The event is in Aberdeen.

There is a 24 ft cage/universal mma rules will apply.

I am looking for fighters at 69kg,78kg,84kg and 93kg

records from 0-0-0 .

There are fight purses available for all pro fighters!! And the winners of each fight in each category!!.

And a bonus purses up for grabs for fight of the NIGHT!!!

Please contact me by email [email protected]

Thanks.


----------



## adamjowens (Jan 4, 2009)

intersting, i have family who fight in aberdeen, ill see what the score is and give you an email


----------



## lez1928 (May 15, 2009)

Hi, im well interested, is there any more info you can provide???


----------



## judokalypse_now (May 25, 2009)

i sent you an email

about the event thanks


----------



## Imy (Jul 20, 2007)

Do you have a poster/website with info on?

I know a few people that might want to go down. I might even be able to attend in November, we'll see!


----------



## mmapromotions.co.uk_craig (May 28, 2009)

Some more information for you.

Website currently under construction, hoping to have it up in the next week or two (www.fightclubonline.co.uk).

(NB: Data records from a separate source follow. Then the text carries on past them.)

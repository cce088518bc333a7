import { describe, expect, it } from "vitest";
import { UserError } from "../../src/messages/index.js";
import * as msg from "../../src/messages/study.js";
import { simulateQueue } from "../../src/demo/queue.js";
import { csv } from "../helpers/tempStudy.js";
import { figures, studyOf } from "../helpers/runStudyFrom.js";

const manifest = (end = 10, extra = "") => `title: entities
${extra}
scenarios:
  - {name: a, end: ${end}, runs: runs/*.csv}
measures:
  - {name: inside, kind: level, from: {enter: arrive, leave: depart}}
  - {name: stay, kind: observation, from: {start: arrive, end: depart}}
  - {name: arrivals, kind: count, series: arrive}
`;

describe("entity-derived measures", () => {
  it("level and durations on a hand-worked event log; departures listed before arrivals in the file", async () => {
    // entities a: 1→4, b: 2→3, c: 5→9 (our own numbers); the departures come first in the file,
    // which the contract allows (time is ordered only within a series).
    const file = csv([
      [3, "depart", null, "b"], [4, "depart", null, "a"], [9, "depart", null, "c"],
      [1, "arrive", null, "a"], [2, "arrive", null, "b"], [5, "arrive", null, "c"],
    ]);
    const { outcome } = await studyOf(manifest(), { "runs/r.csv": file });
    const inside = figures(outcome.results, "inside");
    // computed by hand: 1 on [1,2], 2 on [2,3], 1 on [3,4], 1 on [5,9]: area 8 over 10
    expect(inside.area).toBe(8);
    expect(inside.mean).toBe(0.8);
    expect(inside.max).toBe(2);
    const stay = figures(outcome.results, "stay");
    // computed by hand: durations recorded at their end times 3, 4, 9: 1, 3, 4
    expect(stay).toMatchObject({ n: 3, mean: 8 / 3, min: 1, max: 4, censored: 0 });
  });

  it("an entity still inside at the end is censored: counted and reported", async () => {
    const file = csv([[1, "arrive", null, "a"], [4, "depart", null, "a"], [8, "arrive", null, "d"], [12, "depart", null, "d"]]);
    const { outcome } = await studyOf(manifest(), { "runs/r.csv": file });
    // CONTRACT.md section 2: d leaves after the end (t = 12 > 10), so it is censored
    expect(figures(outcome.results, "stay")).toMatchObject({ n: 1, censored: 1 });
    expect(figures(outcome.results, "inside").final).toBe(1);
  });

  it("a leave without an enter is an input error naming the file and the line", async () => {
    const file = csv([[1, "arrive", null, "a"], [2, "depart", null, "zz"]]);
    const err = await studyOf(manifest(), { "runs/r.csv": file }).catch((e) => e);
    expect(err).toBeInstanceOf(UserError);
    // the catalogue function with the same arguments (line 3: header is line 1)
    expect([
      msg.leaveWithoutEnter("runs/r.csv", 3, "zz", "depart", "inside", "arrive").message,
      msg.leaveWithoutEnter("runs/r.csv", 3, "zz", "depart", "stay", "arrive").message,
    ]).toContain(err.message);
  });

  it("a second start of an open entity is an input error", async () => {
    const file = csv([[1, "arrive", null, "a"], [2, "arrive", null, "a"]]);
    const err = await studyOf(manifest(), { "runs/r.csv": file }).catch((e) => e);
    expect(err).toBeInstanceOf(UserError);
    expect(err.message).toContain("runs/r.csv:3");
  });
});

describe("Little's law as a sample-path identity (Little 1961; exact for a run that starts and ends empty)", () => {
  it("time average of the entity level = (arrivals / duration) × mean time in system, to 1e-9 relative", async () => {
    // a seeded M/M/2 run that stops admitting at 400 and drains; the window ends after the last departure
    const rows = [...simulateQueue({ arrivalRate: 0.8, serviceRate: 0.5, servers: 2, horizon: 400, seed: 7, drain: true, decimals: 4 })];
    const last = rows[rows.length - 1].time;
    const end = Math.ceil(last) + 1;
    const file = csv(rows.map((r) => [r.time, r.series, r.value, r.entity]));
    const { outcome } = await studyOf(manifest(end), { "runs/r.csv": file });
    const L = figures(outcome.results, "inside").mean as number;
    const W = figures(outcome.results, "stay").mean as number;
    const n = figures(outcome.results, "arrivals").n as number;
    expect(n).toBeGreaterThan(250);
    const lambdaW = (n / end) * W;
    expect(Math.abs(L - lambdaW) / L).toBeLessThan(1e-9);
    // the study's own consistency check agrees
    const checks = outcome.results.scenarios[0].checks as { check: string; passed: boolean; applies?: boolean }[];
    expect(checks.find((c) => c.check === "littles-law")).toMatchObject({ passed: true, applies: true });
  });

  it("the check uses the number inside, the level less its initial: a level with initial 3 passes a law that holds", async () => {
    // Little (1961): L counts entities in the system; `initial` only shifts the level (contract
    // section 2), so L = mean − initial. Seeded M/M/2 run that drains, as above; initial values
    // chosen by us: a small count, a fraction and one large enough that mean − initial would lose digits.
    const rows = [...simulateQueue({ arrivalRate: 0.8, serviceRate: 0.5, servers: 2, horizon: 200, seed: 11, drain: true, decimals: 4 })];
    const end = Math.ceil(rows[rows.length - 1].time) + 1;
    const file = csv(rows.map((r) => [r.time, r.series, r.value, r.entity]));
    for (const initial of [3, 0.5, 1e6]) {
      const text = manifest(end).replace("from: {enter: arrive, leave: depart}}", `from: {enter: arrive, leave: depart}, initial: ${initial}}`);
      const { outcome } = await studyOf(text, { "runs/r.csv": file });
      const checks = outcome.results.scenarios[0].checks as { check: string; passed: boolean; applies?: boolean; L?: number }[];
      const little = checks.find((c) => c.check === "littles-law")!;
      expect(little, `initial ${initial}`).toMatchObject({ passed: true, applies: true });
      // the same run with initial 0 gives the same L (the number inside does not depend on initial)
      const plain = await studyOf(manifest(end), { "runs/r.csv": file });
      const plainL = (plain.outcome.results.scenarios[0].checks as { check: string; L?: number }[]).find((c) => c.check === "littles-law")!.L;
      expect(little.L).toBe(plainL);
      expect(outcome.warnings.filter((w) => w.message.includes("λ·W"))).toEqual([]);
    }
  });
});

As for the event, looks like we'll be hosting a smaller event (350 crowd) in Aberdeen in September/October time and a larger event (1000-2000 crowd) in February next year (negotiations are still on going).

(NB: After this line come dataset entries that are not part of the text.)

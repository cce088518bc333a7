/**
 * The same run as CSV, gzip CSV and Parquet (CONTRACT.md sections 1, 9 and 11): results.json and
 * every calculation table are identical apart from the run file's name and digest, and the
 * tables' `line` column, which is the line of the text for CSV (the header is line 1) and the
 * row's 1-based position for Parquet, so one less for the same row. A report made from Parquet
 * runs passes `sojourn verify` (through the built command line: `npm run build` first).
 */
import { readFileSync, rmSync, writeFileSync } from "node:fs";
import { spawnSync } from "node:child_process";
import { join } from "node:path";
import { fileURLToPath } from "node:url";
import { afterAll, describe, expect, it } from "vitest";
import type { CompressionCodec } from "hyparquet";
import { simulateQueue } from "../../src/demo/queue.js";
import { studyOf } from "../helpers/runStudyFrom.js";
import { csv, gz, tempFolder } from "../helpers/tempStudy.js";
import { type EventRow, eventsParquet } from "../helpers/parquet.js";
import { sojourn } from "../helpers/cli.js";

const MAIN = fileURLToPath(new URL("../../dist/cli/main.js", import.meta.url));

const rows: EventRow[] = [...simulateQueue({ arrivalRate: 1, serviceRate: 0.6, servers: 2, horizon: 200, seed: 5, decimals: 5 })].map(
  (r) => [r.time, r.series, r.value, r.entity === null || r.entity === undefined ? null : String(r.entity)],
);

const manifest = (file: string) => `title: encodings
warmup: 20
scenarios:
  - {name: s, end: 200, runs: [runs/${file}]}
measures:
  - {name: q, kind: level, series: queue, at_least: [1]}
  - {name: u, kind: utilization, series: busy, capacity: 2}
  - {name: w, kind: observation, series: wait}
  - {name: d, kind: count, series: depart}
  - {name: inside, kind: level, from: {enter: arrive, leave: depart}}
  - {name: stay, kind: observation, from: {start: arrive, end: depart}}
`;

/** results.json with the run's file name and digest taken out. */
function withoutFile(results: unknown): string {
  return JSON.stringify(results, (key, value: unknown) => (key === "file" || key === "sha256" ? "<file>" : value));
}

/** A table's CSV text with its line columns (`line`, `start_line`, ...) moved by `shift` (the text otherwise as written). */
function shiftLines(text: string, shift: number): string {
  const lines = text.split("\n");
  const at = lines[0].split(",").flatMap((name, i) => (name === "line" || name.endsWith("_line") ? [i] : []));
  return lines
    .map((l, i) => {
      if (i === 0 || l === "") return l;
      const cells = l.split(",");
      for (const a of at) if (cells[a] !== "") cells[a] = String(Number(cells[a]) + shift);
      return cells.join(",");
    })
    .join("\n");
}

async function runOf(file: string, content: string | Buffer) {
  const r = await studyOf(manifest(file), { [`runs/${file}`]: content });
  rmSync(r.dir, { recursive: true, force: true });
  return r;
}

describe("one run as CSV, gzip CSV and Parquet (CONTRACT.md section 9)", () => {
  const codecs: CompressionCodec[] = ["UNCOMPRESSED", "SNAPPY", "GZIP", "ZSTD"];

  it("gives identical results.json and calculation tables apart from the file's name, digest and line numbering", async () => {
    const text = csv(rows);
    const reference = await runOf("rep-01.csv", text);
    const variants = [await runOf("rep-01.csv.gz", gz(text))];
    for (const codec of codecs) variants.push(await runOf("rep-01.parquet", eventsParquet(rows, { codec, rowGroupSize: 97 })));
    const tableText = (r: typeof reference, shift: number) => r.tableFiles.map((t) => `${t.record.file}\n${shiftLines(t.csv, shift)}`);
    expect(reference.tableFiles.length).toBeGreaterThan(3);
    expect(reference.tableFiles.some((t) => t.csv.split("\n")[0].split(",").includes("line"))).toBe(true);
    variants.forEach((v, i) => {
      expect(withoutFile(v.outcome.results)).toBe(withoutFile(reference.outcome.results));
      // gzip CSV numbers lines as CSV does; Parquet numbers rows, one less than the CSV line
      expect(tableText(v, i === 0 ? 0 : 1)).toEqual(tableText(reference, 0));
    });
    const digests = new Set([reference, ...variants].map((r) => r.outcome.results.scenarios[0].runs[0].sha256));
    expect(digests.size).toBe(1 + variants.length);
  });
});

describe("sojourn verify on a report made from Parquet runs", () => {
  const dir = tempFolder({
    "study.yaml": manifest("*.parquet").replace("runs: [runs/*.parquet]", 'runs: "runs/*.parquet"'),
    "runs/rep-01.parquet": eventsParquet(rows, { codec: "SNAPPY", rowGroupSize: 200 }),
    "runs/rep-02.parquet": eventsParquet(rows.slice(0, 400), { codec: "GZIP" }),
  });
  afterAll(() => rmSync(dir, { recursive: true, force: true }));

  it("reports, then verifies every digest and number; a changed Parquet file fails verify", () => {
    const made = sojourn(["report", "study.yaml", "--out", "report"], dir);
    expect(made.stderr).toContain("s / rep-01 (1055 rows)");
    expect(made.stderr).toContain("s / rep-02 (400 rows)");
    expect(made.status).toBe(0);
    const results = JSON.parse(readFileSync(join(dir, "report", "results.json"), "utf8")) as { scenarios: { runs: { id: string }[] }[] };
    expect(results.scenarios[0].runs.map((r) => r.id)).toEqual(["rep-01", "rep-02"]);
    const ok = sojourn(["verify", "report"], dir);
    expect(ok.status).toBe(0);
    expect(ok.stdout).not.toMatch(/FAILED/);
    // read on the reader thread (every file counts as large): the same results.json, byte for byte
    const threaded = spawnSync(process.execPath, [MAIN, "report", "study.yaml", "--out", "threaded", "--workers", "1", "--quiet"], {
      cwd: dir,
      encoding: "utf8",
      env: { ...process.env, SOURCE_DATE_EPOCH: "1780000000", SOJOURN_PARALLEL_BYTES: "1" },
    });
    expect(threaded.status).toBe(0);
    expect(readFileSync(join(dir, "threaded", "results.json"), "utf8")).toBe(readFileSync(join(dir, "report", "results.json"), "utf8"));
    // the same rows written again with another codec: other bytes, so the digest no longer matches
    writeFileSync(join(dir, "runs", "rep-02.parquet"), eventsParquet(rows.slice(0, 400), { codec: "UNCOMPRESSED" }));
    const changed = sojourn(["verify", "report"], dir);
    expect(changed.status).toBe(1);
    expect(changed.stdout).toMatch(/FAILED.*rep-02\.parquet/);
  });
});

As for competing in the event, we will have an online form available from the above website explaining all rules/conditions etc before the end of the weekend, but please continue to get in touch. Contact either [email protected] or [email protected] (copy both) and we will get back to you with any questions as soon as possible.

Priority will be given to Aberdeen fighters - however, we do want to invite a few fighters from other areas.

Please get in touch, and look forward to hearing from you.

Cheers,

Craig


----------



## JamesSBG (Jun 5, 2009)

Hi, my name is James and I would me more than willng to participate in the event. I train in Aberdeen (Aliveness GYM). Not very experienced but would like to see what level I am at.

My e-mail address is [email protected]

I would be looking to fight at 83kg. Please get back to me or send me an e-mail.

Cheers.


----------



## Imy (Jul 20, 2007)

mmapromotions.co.uk said:


> Hello! i am looking for amateur, semi-pro and pro fighters to compete in my event in november 27th.
> 
> The event is in Aberdeen.
> 
> ...


Quick question, are the amateur, semi-pro and pro competitions seperate competitions, or all one?


----------



## JamesSBG (Jun 5, 2009)

I wish to wthdraw my interest - my coach said it was way too soon.

Hope you have a good event and ill probably be there in the audience rather than the octagon.


----------



## tubz1986 (Jun 18, 2009)

i sent you an email and would be very interested in hearing more info, im from ireland and would have at least 4 ighters ready for the event.


----------



## jerryadhd (Jul 13, 2009)

Is the event fullbooked?


----------



## Kampfsportabend (Jul 22, 2009)

mmapromotions.co.uk said:


> Hello! i am looking for amateur, semi-pro and pro fighters to compete in my event in november 27th.
> 
> The event is in Aberdeen.
> 
> ...


hello from Germany,

we have fighters with record 0-0-0 and would try.

1) 88 Kg

2) 95 Kg

please leave me Your private message for clearing of conditions.

Kind regards,

Tema Peter Althof / Germany


----------



## trapper (Aug 22, 2009)

Hello, my name is joe. i live in Canada and i'm coming to england in november with my roomate who is from england. i train in mma and was thinking about finding a fight i could do well i'm over there. we will be in england from from november 12 till november 23. than it's back to canada. if you know of any events or some names of people to contact please let me know. thank you very much. joe k


----------